(SUPPLIED RECORDS begins)

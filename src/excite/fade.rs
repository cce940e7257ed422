//! Soft starts and ends.

use core::f64::consts::PI;

/// A rise from 0 to 1 over the first frames of a part and its mirror image over the last:
/// `sin^2(pi/2 (n + 1/2)/F)`, n from 0 to F - 1 (a raised cosine, common practice, no
/// source). Neither it nor its slope jumps, so it makes no click.
#[derive(Clone, Copy, Debug, PartialEq, Eq)]
pub struct Fade {
    /// F, frames.
    pub frames: u64,
}

/// Mean square of the rise: the mean of sin^4.
const MEAN_SQUARE: f64 = 3.0 / 8.0;

impl Fade {
    /// Longest, seconds.
    const LONGEST_S: f64 = 0.05;

    /// For parts of which the shortest has `part_frames`: an eighth of it at most.
    pub(super) fn new(rate_hz: u32, part_frames: u64) -> Self {
        let longest = libm::rint(f64::from(rate_hz) * Self::LONGEST_S) as u64;
        Fade { frames: longest.min(part_frames / 8) }
    }

    /// The factor at `frame` of a part of `part_frames`.
    pub(super) fn factor(self, frame: u64, part_frames: u64) -> f64 {
        let from_end = frame.min(part_frames.saturating_sub(1).saturating_sub(frame));
        if from_end >= self.frames {
            return 1.0;
        }
        let sine = libm::sin(0.5 * PI * (from_end as f64 + 0.5) / self.frames as f64);
        sine * sine
    }

    /// Share of a steady sound's energy that is left in a part of `part_frames`.
    pub(super) fn share(self, part_frames: u64) -> f64 {
        1.0 - 2.0 * self.frames as f64 * (1.0 - MEAN_SQUARE) / part_frames.max(1) as f64
    }
}
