#!/usr/bin/env python3
"""The job of speed.toml, as it is scripted on SciPy: what the program is timed against.

usage: scipy_job.py IN OUT JOBS [SEGMENT_FRAMES]

Filters every WAV file below IN with the stages of speed.toml, writes it below OUT,
estimates the spectra before and after and the cross-spectrum by Welch's method
(4-term Blackman-Harris window, half overlap, segments of 524288 frames unless given),
and writes attenuation and gain of the bands to OUT/bands.json. It does less than the
program: no dither, no metadata, no hashes, no floors, no verdicts.
Prints the seconds the work took, without the start of the interpreter.
Needs numpy and scipy (last run with numpy 2.4.6, scipy 1.17.1).
"""
import functools
import json
import multiprocessing
import os
import sys
import time
from pathlib import Path

import numpy as np
from scipy import signal
from scipy.io import wavfile

HUM_BANDS = {f"hum x{line}": (50 * line - 0.5, 50 * line + 0.5) for line in range(1, 9)}
ALL_BANDS = HUM_BANDS | {"calls": (2000, 6000)}


def sections(rate_hz):
    """High-pass of order 4 at 90 Hz and 2 Hz wide notches at 50, 100, ... 400 Hz."""
    parts = [signal.butter(4, 90, btype="highpass", output="sos", fs=rate_hz)]
    for line_hz in range(50, 401, 50):
        numerator, denominator = signal.iirnotch(line_hz, line_hz / 2, fs=rate_hz)
        parts.append(np.concatenate([numerator, denominator])[np.newaxis])
    return np.concatenate(parts)


def band_figures(before, after, rate_hz, segment_frames):
    """Attenuation and gain of each band of one channel."""
    settings = dict(
        fs=rate_hz, window="blackmanharris", nperseg=min(segment_frames, before.size), detrend=False
    )
    frequencies, sxx = signal.welch(before, **settings)
    _, syy = signal.welch(after, **settings)
    _, sxy = signal.csd(before, after, **settings)
    figures = {}
    for name, (from_hz, to_hz) in ALL_BANDS.items():
        bins = slice(*np.searchsorted(frequencies, [from_hz, to_hz]))
        power = sxx[bins].sum()
        figures[name] = {
            "attenuation_db": float(10 * np.log10(power / syy[bins].sum())),
            "gain": float(np.abs(sxy[bins].sum()) / power),
        }
    return figures


def filter_one(path, source, target, segment_frames):
    rate_hz, integers = wavfile.read(source / path)
    before = integers.reshape(integers.shape[0], -1) / 2**15
    after = signal.sosfilt(sections(rate_hz), before, axis=0)
    written = np.clip(np.rint(after * 2**15), -(2**15), 2**15 - 1).astype(np.int16)
    (target / path).parent.mkdir(parents=True, exist_ok=True)
    wavfile.write(target / path, rate_hz, written)
    as_written = written / 2**15
    channels = range(before.shape[1])
    return [band_figures(before[:, c], as_written[:, c], rate_hz, segment_frames) for c in channels]


def main():
    source, target, jobs = Path(sys.argv[1]), Path(sys.argv[2]), int(sys.argv[3])
    segment_frames = int(sys.argv[4]) if len(sys.argv) > 4 else 524288
    started = time.perf_counter()
    paths = sorted(p.relative_to(source) for p in source.rglob("*.wav"))
    work = functools.partial(filter_one, source=source, target=target, segment_frames=segment_frames)
    if jobs > 1:
        with multiprocessing.Pool(jobs) as pool:
            results = pool.map(work, paths, chunksize=1)
    else:
        results = list(map(work, paths))
    report = {os.fspath(path): result for path, result in zip(paths, results)}
    (target / "bands.json").write_text(json.dumps(report, indent=1))
    print(f"{time.perf_counter() - started:.3f}")


if __name__ == "__main__":
    main()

(SUPPLIED RECORDS ends)

• **PROBLEM REQUIREMENTS**:
Start at the first line of the entries and stop at the line with "pub(super) fn factor(self, frame: u64, part_frames: u64)". Retype each of those lines exactly, both ends included.

• **WRITTEN SOLUTION**:
filename src/excite/fade.rs
repository cce940e7257ed422
//! Soft starts and ends.

use core::f64::consts::PI;

/// A rise from 0 to 1 over the first frames of a part and its mirror image over the last:
/// `sin^2(pi/2 (n + 1/2)/F)`, n from 0 to F - 1 (a raised cosine, common practice, no
/// source). Neither it nor its slope jumps, so it makes no click.
#[derive(Clone, Copy, Debug, PartialEq, Eq)]
pub struct Fade {
    /// F, frames.
    pub frames: u64,
}

/// Mean square of the rise: the mean of sin^4.
const MEAN_SQUARE: f64 = 3.0 / 8.0;

impl Fade {
    /// Longest, seconds.
    const LONGEST_S: f64 = 0.05;

    /// For parts of which the shortest has `part_frames`: an eighth of it at most.
    pub(super) fn new(rate_hz: u32, part_frames: u64) -> Self {
        let longest = libm::rint(f64::from(rate_hz) * Self::LONGEST_S) as u64;
        Fade { frames: longest.min(part_frames / 8) }
    }

    /// The factor at `frame` of a part of `part_frames`.
    pub(super) fn factor(self, frame: u64, part_frames: u64) -> f64 {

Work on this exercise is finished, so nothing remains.